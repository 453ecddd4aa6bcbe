//! What the allowed mixes reach on the days of decisions against what the rules at the dam ask, and the day on which
//! none reaches it any more.
//!
//! Methods: `docs/methods.md`, section 8.

use chrono::NaiveDate;

use crate::mix::Day;
use crate::site::Site;
use crate::target::Figure;

use super::outcome::{Asks, Exhausted, Reached};
use super::run::{Run, Setup};

/// A release this much warmer than a rule's high is round-off, C (choice).
const SAME_C: f64 = 1e-9;

/// What every decision could reach, and what the hard rules at the dam ask on its day.
pub(super) fn reached(setup: &Setup, site: &Site, run: &Run) -> Vec<Reached> {
    run.decisions
        .iter()
        .map(|decision| Reached {
            date: decision.date,
            attainable_c: decision.attainable_c,
            asks: asks(setup, site, decision.date),
        })
        .collect()
}

/// Ranges that the hard rules at the dam leave to the temperature of a steady day, buffer counted in.
fn asks(setup: &Setup, site: &Site, date: NaiveDate) -> Vec<Asks> {
    let day = Day::new(site, date, setup.skies.conditions.clone());
    let of_dam = |rule: &crate::mix::RuleToday| {
        let target = site.targets.get(rule.target)?;
        let today = rule.today.as_ref().ok().filter(|_| rule.point.is_none() && !target.soft)?;
        let is_temperature = !target.statistic.is_sum() && today.figure != Figure::HourlyChange;
        let range = (today.low_asked_c(), today.high_c);
        (is_temperature && range != (None, None)).then_some(Asks {
            target: rule.target,
            low_c: range.0,
            high_c: range.1,
        })
    };
    day.rules(site).iter().filter_map(of_dam).collect()
}

/// A stretch without reach.
#[derive(Debug, Clone, PartialEq)]
pub(super) struct OutOfReach {
    /// Its first day of decision, on which no allowed mix comes down to the high of a hard rule at the dam.
    pub(super) first: Exhausted,
    /// Its last.
    pub(super) last: Option<NaiveDate>,
    /// The first after it on which one does again.
    pub(super) until: Option<NaiveDate>,
}

/// The first stretch of days of decision on which no allowed mix comes down to the high of a hard rule at the dam; days
/// on which no rule asks are passed over. Autumn cools what summer spent, so it may end.
pub(super) fn exhausted(reached: &[Reached], run: &Run) -> OutOfReach {
    let never = |first| OutOfReach { first, last: None, until: None };
    let Some(end) = run.days.last().map(|day| day.date) else {
        return never(Exhausted::Unknown("the season has no day".to_owned()));
    };
    let told: Vec<(NaiveDate, bool)> =
        reached.iter().filter_map(|one| Some((one.date, out_of_reach(one)?))).collect();
    let first = told.iter().position(|(_, out)| *out);
    match (first, &run.ended) {
        (Some(first), _) => {
            let from = &told[first..];
            let last = from.iter().take_while(|(_, out)| *out).last().map(|(date, _)| *date);
            let until = from.iter().find(|(_, out)| !out).map(|(date, _)| *date);
            OutOfReach { first: Exhausted::On(told[first].0), last, until }
        }
        (None, Some(ended)) => never(Exhausted::Unknown(format!("the season stops on {}", ended.date))),
        (None, None) if told.is_empty() => {
            let words = "no hard rule at the dam bounds the temperature from above on a day of decision";
            never(Exhausted::Unknown(words.to_owned()))
        }
        (None, None) => never(Exhausted::NotBy(end)),
    }
}

/// Whether the coldest mix of a day of decision is too warm for a hard rule; `None` where no rule or no range tells.
fn out_of_reach(one: &Reached) -> Option<bool> {
    let high_c = one.asks.iter().filter_map(|asks| asks.high_c).reduce(f64::min)?;
    Some(one.attainable_c?[0] > high_c + SAME_C)
}
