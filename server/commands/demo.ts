import type { DatabaseUrls } from './database-urls.ts';

/** One of the demo firms' people, as the start command prints it. */
export interface DemoSignIn {
  firm: string;
  name: string;
  role: string;
  email: string;
}

/**
 * The hook of the start and dev commands: loads the two demo firms into a database without any firm, and says who can
 * sign in. Called at each start unless TAREWRIGHT_DEMO=0, after the migrations and before the server listens.
 * Both firms are there whole or not at all, whatever interrupts it; a later start then finds nothing and loads again.
 * @param password every demo person's, generated for this installation and kept in its secrets.json
 * @returns the demo people, also when they were loaded earlier; empty in a database that others fill
 */
export async function loadDemoIfEmpty(options: {
  databaseUrls: Pick<DatabaseUrls, 'app' | 'jobs'>;
  password: string;
  now: Date;
}): Promise<DemoSignIn[]> {
  const { loadDemoFirms } = await import('../demo/load-demo-firms.ts');
  return loadDemoFirms(options);
}
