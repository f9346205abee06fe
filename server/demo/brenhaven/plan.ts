import type { CylinderPlan } from '../cylinder-plan.ts';
import type { DemoModel } from '../demo-model.ts';
import type { Typed } from '../demo-scale.ts';
import type { FirmPlan } from '../firm-plan.ts';
import type { UnitPlan } from '../unit-plan.ts';
import { BK, brenhaven } from './firm.ts';

export const FIRST_DAY = 392;

const kg = (value: string): Typed => ({ value, unit: 'kg' });
const onBus = { resolutionG: 5, repeatabilityG: 2, spanErrorRelative: 0.0004, offsetG: 2 };

const WALL_UNIT: DemoModel = {
  name: 'Norrvane NV-35M',
  factoryCharge: { value: '1200', unit: 'g' },
  manual: { document: 'Norrvane NV-M series, installation manual', page: '26' },
  basis: {
    refrigerant: 'R-32',
    factoryChargeG: 1200,
    precharge: { scope: 'system', lengthM: 7.5 },
    rate: { kind: 'flat', gPerM: 20 },
    metering: 'outdoor',
    limits: { minLengthM: 3, maxLengthM: 25, maxRiseM: 10 },
    rounding: { toG: 1, direction: 'nearest' },
  },
  pipes: [{ liquidOdMm: 6.35, gasOdMm: 9.52 }],
  designPressureHighKPaGauge: 4_150,
  designPressureLowKPaGauge: 2_210,
  subsector: 'residentialLightCommercial',
  roomM2: 16,
};

const there = (unit: Omit<UnitPlan, 'model' | 'beginning' | 'trouble'>): UnitPlan => ({
  ...unit,
  model: null,
  beginning: { kind: 'taken over' },
  trouble: 1,
});
const installed = (
  tag: string,
  name: string,
  siteKey: string,
  daysAgo: number,
  by: string,
  metres: number,
): UnitPlan => ({
  tag,
  name,
  siteKey,
  model: WALL_UNIT,
  refrigerant: 'R-32',
  applianceKind: 'comfortCooling',
  fullCharge: WALL_UNIT.factoryCharge,
  beginning: { kind: 'installed', daysAgo, by, pipe: { lengths: [metres], rise: 3, unit: 'm' } },
  trouble: 1,
});

/** Two of them hold more than 5 t CO2 equivalent: 3.4 kg of R-410A and 4.6 kg of R-449A. */
const UNITS: readonly UnitPlan[] = [
  there({
    tag: 'ZK-1',
    name: 'Airconditioning, kantoor',
    siteKey: 'zilverkade',
    refrigerant: 'R-410A',
    applianceKind: 'comfortCooling',
    subsector: 'other',
    fullCharge: kg('3.4'),
  }),
  there({
    tag: 'ZK-2',
    name: 'Koelcel, expeditie',
    siteKey: 'zilverkade',
    refrigerant: 'R-449A',
    applianceKind: 'commercialRefrigeration',
    fullCharge: kg('4.6'),
  }),
  there({
    tag: 'MB-1',
    name: 'Koelmeubel',
    siteKey: 'molenbakker',
    refrigerant: 'R-134a',
    applianceKind: 'commercialRefrigeration',
    fullCharge: kg('1.1'),
  }),
  installed('MB-2', 'Winkel', 'molenbakker', 301, BK.sanne.id, 12),
  installed('OV-1', 'Woonkamer', 'overtuin', 164, BK.inaki.id, 9.5),
  installed('OV-2', 'Zolder', 'overtuin', 23, BK.inaki.id, 14.2),
];

const refillable = (
  tag: string,
  refrigerant: string,
  filled: string,
  beginning: Pick<CylinderPlan, 'atStart'> = {},
): CylinderPlan => ({
  tag,
  kind: 'refillable',
  refrigerant,
  contentState: 'virgin',
  tare: kg('8.6'),
  filled: kg(filled),
  waterCapacity: kg('14.3'),
  servicePressureKPaGauge: 4_200,
  retestInDays: 1_100,
  isRented: true,
  ...beginning,
});
const recovery = (tag: string, refrigerant: string, retestInDays: number, heldBy: string): CylinderPlan => ({
  tag,
  kind: 'recovery',
  refrigerant,
  contentState: 'recovered',
  tare: kg('9.2'),
  filled: null,
  waterCapacity: kg('14.3'),
  servicePressureKPaGauge: 4_200,
  retestInDays,
  atStart: { heldBy, content: kg('0') },
});

const CYLINDERS: readonly CylinderPlan[] = [
  refillable('B-211', 'R-32', '9', { atStart: { heldBy: BK.sanne.id, content: kg('6.35') } }),
  refillable('B-214', 'R-32', '9'),
  refillable('B-230', 'R-410A', '10'),
  refillable('B-241', 'R-449A', '10'),
  refillable('B-252', 'R-134a', '10', { atStart: { heldBy: null, content: kg('4.8') } }),
  recovery('T-07', 'R-410A', 18, BK.sanne.id),
  recovery('T-09', 'R-449A', 540, BK.inaki.id),
];

export const BRENHAVEN: FirmPlan = {
  demo: brenhaven,
  firstDay: FIRST_DAY,
  town: 'Brenhaven',
  customers: [
    { key: 'zilverkade', name: 'Zilverkade Logistiek', email: 'beheer@zilverkade.example', phone: '555-0201' },
    { key: 'molenbakker', name: 'De Molenbakker', email: 'winkel@molenbakker.example', phone: '555-0214' },
    { key: 'overtuin', name: 'Familie Overtuin', email: null, phone: '555-0233' },
  ],
  sites: [
    { key: 'zilverkade', customer: 'zilverkade', name: 'Loods en kantoor', street: 'Zilverkade 40', altitudeM: 1 },
    { key: 'molenbakker', customer: 'molenbakker', name: 'Bakkerij', street: 'Meelstraat 3', altitudeM: 2 },
    { key: 'overtuin', customer: 'overtuin', name: 'Woonhuis', street: 'Achterdijk 19', altitudeM: -1 },
  ],
  parties: [
    { key: 'gasloods', kind: 'supplier', name: 'Gasloods Brenhaven', note: null },
    { key: 'kringgas', kind: 'reclaimer', name: 'Kringgas Terugwinning', note: null },
  ],
  scales: [
    {
      name: 'Vulweegschaal, bus 1',
      serial: 'VW-31',
      unit: 'g',
      step: 5,
      hoseSteps: 6,
      accuracy: onBus,
      heldBy: BK.sanne.id,
      checkedDaysAgo: 140,
    },
    {
      name: 'Vulweegschaal, bus 2',
      serial: 'VW-32',
      unit: 'kg',
      step: 0.005,
      hoseSteps: 6,
      accuracy: onBus,
      heldBy: BK.inaki.id,
      checkedDaysAgo: 222,
    },
    {
      name: 'Weegschaal, werkplaats',
      serial: 'WW-02',
      unit: 'kg',
      step: 0.005,
      hoseSteps: 6,
      accuracy: onBus,
      heldBy: null,
      checkedDaysAgo: 61,
    },
  ],
  tools: [{ kind: 'detector', name: 'Lekzoeker, bus 1', serial: 'LZ-18', heldBy: BK.sanne.id, checkedDaysAgo: 88 }],
  cylinders: CYLINDERS,
  units: UNITS,
  onEveryVan: 'R-32',
  office: BK.marijke.id,
  storekeeper: BK.marijke.id,
  holderOf: (personId) => personId,
};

▶ [REQUIRED WORK]:
Set every line down again exactly. Begin with the first line of the entries and finish with the line containing "const SAME_C: f64 = 1e-9;".

▶ [EXPECTED ANSWER]:
repository 453ecddd4aa6bcbe
//! What the allowed mixes reach on the days of decisions against what the rules at the dam ask, and the day on which
//! none reaches it any more.
//!
//! Methods: `docs/methods.md`, section 8.

use chrono::NaiveDate;

use crate::mix::Day;
use crate::site::Site;
use crate::target::Figure;

use super::outcome::{Asks, Exhausted, Reached};
use super::run::{Run, Setup};

/// A release this much warmer than a rule's high is round-off, C (choice).
const SAME_C: f64 = 1e-9;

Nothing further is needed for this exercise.